[Saved entries]
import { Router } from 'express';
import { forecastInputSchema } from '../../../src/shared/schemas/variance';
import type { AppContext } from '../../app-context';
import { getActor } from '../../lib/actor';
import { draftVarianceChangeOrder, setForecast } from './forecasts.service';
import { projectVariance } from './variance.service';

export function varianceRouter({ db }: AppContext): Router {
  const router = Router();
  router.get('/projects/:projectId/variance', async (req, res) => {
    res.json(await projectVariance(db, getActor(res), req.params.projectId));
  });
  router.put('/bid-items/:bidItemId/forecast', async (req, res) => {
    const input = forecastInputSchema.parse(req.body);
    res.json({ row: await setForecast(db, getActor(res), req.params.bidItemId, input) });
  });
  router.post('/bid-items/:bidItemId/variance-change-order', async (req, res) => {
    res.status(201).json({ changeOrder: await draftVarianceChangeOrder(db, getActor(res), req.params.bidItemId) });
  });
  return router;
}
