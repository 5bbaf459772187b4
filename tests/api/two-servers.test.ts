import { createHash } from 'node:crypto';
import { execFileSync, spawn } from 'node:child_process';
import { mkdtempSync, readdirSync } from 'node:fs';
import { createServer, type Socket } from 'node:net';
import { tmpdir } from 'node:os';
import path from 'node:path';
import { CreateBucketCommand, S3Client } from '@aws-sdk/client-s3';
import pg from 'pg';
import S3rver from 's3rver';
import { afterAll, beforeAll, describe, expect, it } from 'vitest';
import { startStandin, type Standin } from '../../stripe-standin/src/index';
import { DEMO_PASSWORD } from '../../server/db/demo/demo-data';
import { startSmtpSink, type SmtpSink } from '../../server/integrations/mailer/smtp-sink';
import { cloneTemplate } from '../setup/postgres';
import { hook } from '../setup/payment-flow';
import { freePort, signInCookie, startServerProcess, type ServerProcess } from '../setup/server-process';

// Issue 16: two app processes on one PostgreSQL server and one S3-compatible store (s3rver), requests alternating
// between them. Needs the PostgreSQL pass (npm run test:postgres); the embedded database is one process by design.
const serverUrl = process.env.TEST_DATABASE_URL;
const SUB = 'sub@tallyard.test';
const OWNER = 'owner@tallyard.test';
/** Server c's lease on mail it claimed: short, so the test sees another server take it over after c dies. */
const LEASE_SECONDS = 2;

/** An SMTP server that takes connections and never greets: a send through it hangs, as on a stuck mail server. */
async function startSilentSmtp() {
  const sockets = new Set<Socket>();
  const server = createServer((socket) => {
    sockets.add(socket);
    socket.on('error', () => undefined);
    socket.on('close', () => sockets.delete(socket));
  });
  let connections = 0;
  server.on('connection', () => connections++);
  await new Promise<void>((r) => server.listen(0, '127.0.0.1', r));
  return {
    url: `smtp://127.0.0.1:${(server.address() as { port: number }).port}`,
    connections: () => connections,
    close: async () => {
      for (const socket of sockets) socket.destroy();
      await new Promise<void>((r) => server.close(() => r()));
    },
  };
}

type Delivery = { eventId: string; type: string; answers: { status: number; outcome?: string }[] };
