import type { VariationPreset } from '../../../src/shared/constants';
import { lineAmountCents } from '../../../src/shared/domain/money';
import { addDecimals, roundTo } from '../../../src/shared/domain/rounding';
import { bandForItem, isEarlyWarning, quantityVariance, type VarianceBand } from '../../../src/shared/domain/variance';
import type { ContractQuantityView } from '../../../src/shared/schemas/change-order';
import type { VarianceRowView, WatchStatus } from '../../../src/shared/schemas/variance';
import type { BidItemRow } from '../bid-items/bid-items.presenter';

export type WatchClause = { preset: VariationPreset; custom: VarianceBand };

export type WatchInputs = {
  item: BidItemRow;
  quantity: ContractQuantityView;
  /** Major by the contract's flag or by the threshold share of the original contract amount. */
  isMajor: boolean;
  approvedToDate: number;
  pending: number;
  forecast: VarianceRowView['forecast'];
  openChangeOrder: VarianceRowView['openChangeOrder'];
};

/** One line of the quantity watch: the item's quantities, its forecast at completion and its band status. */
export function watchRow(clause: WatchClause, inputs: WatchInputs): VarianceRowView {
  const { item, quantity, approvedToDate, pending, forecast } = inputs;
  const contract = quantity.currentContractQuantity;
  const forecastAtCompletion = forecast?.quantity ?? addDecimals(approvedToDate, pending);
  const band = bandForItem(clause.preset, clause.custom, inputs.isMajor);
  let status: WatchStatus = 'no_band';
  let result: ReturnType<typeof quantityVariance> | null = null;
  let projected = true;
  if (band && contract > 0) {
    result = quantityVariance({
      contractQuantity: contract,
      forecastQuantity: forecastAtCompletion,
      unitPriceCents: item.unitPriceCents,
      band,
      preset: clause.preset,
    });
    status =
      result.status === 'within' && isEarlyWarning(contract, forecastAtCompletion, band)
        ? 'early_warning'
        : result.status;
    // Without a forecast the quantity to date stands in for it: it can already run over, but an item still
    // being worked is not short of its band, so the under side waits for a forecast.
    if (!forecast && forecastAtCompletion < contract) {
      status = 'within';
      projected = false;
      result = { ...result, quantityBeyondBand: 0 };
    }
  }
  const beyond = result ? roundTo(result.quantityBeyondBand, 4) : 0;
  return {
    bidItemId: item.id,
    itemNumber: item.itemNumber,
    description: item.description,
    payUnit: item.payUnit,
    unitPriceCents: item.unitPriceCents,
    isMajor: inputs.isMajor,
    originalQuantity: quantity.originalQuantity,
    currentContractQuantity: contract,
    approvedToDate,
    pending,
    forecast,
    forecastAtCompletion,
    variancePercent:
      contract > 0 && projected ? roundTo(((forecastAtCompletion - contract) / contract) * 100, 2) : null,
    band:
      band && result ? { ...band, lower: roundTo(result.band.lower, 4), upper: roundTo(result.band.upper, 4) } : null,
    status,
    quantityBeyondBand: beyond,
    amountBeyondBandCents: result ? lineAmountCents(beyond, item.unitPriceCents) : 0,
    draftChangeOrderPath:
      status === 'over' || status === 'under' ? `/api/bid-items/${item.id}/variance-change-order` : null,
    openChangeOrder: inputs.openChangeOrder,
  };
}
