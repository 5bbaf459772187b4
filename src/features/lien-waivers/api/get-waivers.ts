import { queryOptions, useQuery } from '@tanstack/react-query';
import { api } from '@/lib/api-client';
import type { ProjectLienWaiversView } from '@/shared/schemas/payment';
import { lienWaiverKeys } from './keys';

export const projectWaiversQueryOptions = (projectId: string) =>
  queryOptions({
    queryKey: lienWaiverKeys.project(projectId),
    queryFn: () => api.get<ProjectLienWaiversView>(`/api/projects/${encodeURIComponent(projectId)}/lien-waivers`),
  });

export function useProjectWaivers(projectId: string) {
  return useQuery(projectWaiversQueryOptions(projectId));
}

— PROBLEM TO SOLVE —
Every record is to be repeated exactly as it stands above.

— RESPONSE —
import { Router } from 'express';
import { forecastInputSchema } from '../../../src/shared/schemas/variance';
import type { AppContext } from '../../app-context';
import { getActor } from '../../lib/actor';
import { draftVarianceChangeOrder, setForecast } from './forecasts.service';
import { projectVariance } from './variance.service';

export function varianceRouter({ db }: AppContext): Router {
  const router = Router();
  router.get('/projects/:projectId/variance', async (req, res) => {
    res.json(await projectVariance(db, getActor(res), req.params.projectId));
  });
  router.put('/bid-items/:bidItemId/forecast', async (req, res) => {
    const input = forecastInputSchema.parse(req.body);
    res.json({ row: await setForecast(db, getActor(res), req.params.bidItemId, input) });
  });
  router.post('/bid-items/:bidItemId/variance-change-order', async (req, res) => {
    res.status(201).json({ changeOrder: await draftVarianceChangeOrder(db, getActor(res), req.params.bidItemId) });
  });
  return router;
}
repository 5bbaf459772187b4
filename tests/api/two-servers.test.ts
import { createHash } from 'node:crypto';
import { execFileSync, spawn } from 'node:child_process';
import { mkdtempSync, readdirSync } from 'node:fs';
import { createServer, type Socket } from 'node:net';
import { tmpdir } from 'node:os';
import path from 'node:path';
import { CreateBucketCommand, S3Client } from '@aws-sdk/client-s3';
import pg from 'pg';
import S3rver from 's3rver';
import { afterAll, beforeAll, describe, expect, it } from 'vitest';
import { startStandin, type Standin } from '../../stripe-standin/src/index';
import { DEMO_PASSWORD } from '../../server/db/demo/demo-data';
import { startSmtpSink, type SmtpSink } from '../../server/integrations/mailer/smtp-sink';
import { cloneTemplate } from '../setup/postgres';
import { hook } from '../setup/payment-flow';
import { freePort, signInCookie, startServerProcess, type ServerProcess } from '../setup/server-process';

// Issue 16: two app processes on one PostgreSQL server and one S3-compatible store (s3rver), requests alternating
// between them. Needs the PostgreSQL pass (npm run test:postgres); the embedded database is one process by design.
const serverUrl = process.env.TEST_DATABASE_URL;
const SUB = 'sub@tallyard.test';
const OWNER = 'owner@tallyard.test';
/** Server c's lease on mail it claimed: short, so the test sees another server take it over after c dies. */
const LEASE_SECONDS = 2;

/** An SMTP server that takes connections and never greets: a send through it hangs, as on a stuck mail server. */
async function startSilentSmtp() {
  const sockets = new Set<Socket>();
  const server = createServer((socket) => {
    sockets.add(socket);
    socket.on('error', () => undefined);
    socket.on('close', () => sockets.delete(socket));
  });
  let connections = 0;
  server.on('connection', () => connections++);
  await new Promise<void>((r) => server.listen(0, '127.0.0.1', r));
  return {
    url: `smtp://127.0.0.1:${(server.address() as { port: number }).port}`,
    connections: () => connections,
    close: async () => {
      for (const socket of sockets) socket.destroy();
      await new Promise<void>((r) => server.close(() => r()));
    },
  };
}

type Delivery = { eventId: string; type: string; answers: { status: number; outcome?: string }[] };
import type { VariationPreset } from '../../../src/shared/constants';
import { lineAmountCents } from '../../../src/shared/domain/money';
import { addDecimals, roundTo } from '../../../src/shared/domain/rounding';
import { bandForItem, isEarlyWarning, quantityVariance, type VarianceBand } from '../../../src/shared/domain/variance';
import type { ContractQuantityView } from '../../../src/shared/schemas/change-order';
import type { VarianceRowView, WatchStatus } from '../../../src/shared/schemas/variance';
import type { BidItemRow } from '../bid-items/bid-items.presenter';

export type WatchClause = { preset: VariationPreset; custom: VarianceBand };

export type WatchInputs = {
  item: BidItemRow;
  quantity: ContractQuantityView;
  /** Major by the contract's flag or by the threshold share of the original contract amount. */
  isMajor: boolean;
  approvedToDate: number;
  pending: number;
  forecast: VarianceRowView['forecast'];
  openChangeOrder: VarianceRowView['openChangeOrder'];
};

/** One line of the quantity watch: the item's quantities, its forecast at completion and its band status. */
export function watchRow(clause: WatchClause, inputs: WatchInputs): VarianceRowView {
  const { item, quantity, approvedToDate, pending, forecast } = inputs;
  const contract = quantity.currentContractQuantity;
  const forecastAtCompletion = forecast?.quantity ?? addDecimals(approvedToDate, pending);
  const band = bandForItem(clause.preset, clause.custom, inputs.isMajor);
  let status: WatchStatus = 'no_band';
  let result: ReturnType<typeof quantityVariance> | null = null;
  let projected = true;
  if (band && contract > 0) {
    result = quantityVariance({
      contractQuantity: contract,
      forecastQuantity: forecastAtCompletion,
      unitPriceCents: item.unitPriceCents,
      band,
      preset: clause.preset,
    });
    status =
      result.status === 'within' && isEarlyWarning(contract, forecastAtCompletion, band)
        ? 'early_warning'
        : result.status;
    // Without a forecast the quantity to date stands in for it: it can already run over, but an item still
    // being worked is not short of its band, so the under side waits for a forecast.
    if (!forecast && forecastAtCompletion < contract) {
      status = 'within';
      projected = false;
      result = { ...result, quantityBeyondBand: 0 };
    }
  }
  const beyond = result ? roundTo(result.quantityBeyondBand, 4) : 0;
  return {
    bidItemId: item.id,
    itemNumber: item.itemNumber,
    description: item.description,
    payUnit: item.payUnit,
    unitPriceCents: item.unitPriceCents,
    isMajor: inputs.isMajor,
    originalQuantity: quantity.originalQuantity,
    currentContractQuantity: contract,
    approvedToDate,
    pending,
    forecast,
    forecastAtCompletion,
    variancePercent:
      contract > 0 && projected ? roundTo(((forecastAtCompletion - contract) / contract) * 100, 2) : null,
    band:
      band && result ? { ...band, lower: roundTo(result.band.lower, 4), upper: roundTo(result.band.upper, 4) } : null,
    status,
    quantityBeyondBand: beyond,
    amountBeyondBandCents: result ? lineAmountCents(beyond, item.unitPriceCents) : 0,
    draftChangeOrderPath:
      status === 'over' || status === 'under' ? `/api/bid-items/${item.id}/variance-change-order` : null,
    openChangeOrder: inputs.openChangeOrder,
  };
}
repository 5bbaf459772187b4
filename src/features/lien-waivers/api/get-waivers.ts
import { queryOptions, useQuery } from '@tanstack/react-query';
import { api } from '@/lib/api-client';
import type { ProjectLienWaiversView } from '@/shared/schemas/payment';
import { lienWaiverKeys } from './keys';

export const projectWaiversQueryOptions = (projectId: string) =>
  queryOptions({
    queryKey: lienWaiverKeys.project(projectId),
    queryFn: () => api.get<ProjectLienWaiversView>(`/api/projects/${encodeURIComponent(projectId)}/lien-waivers`),
  });

export function useProjectWaivers(projectId: string) {
  return useQuery(projectWaiversQueryOptions(projectId));
}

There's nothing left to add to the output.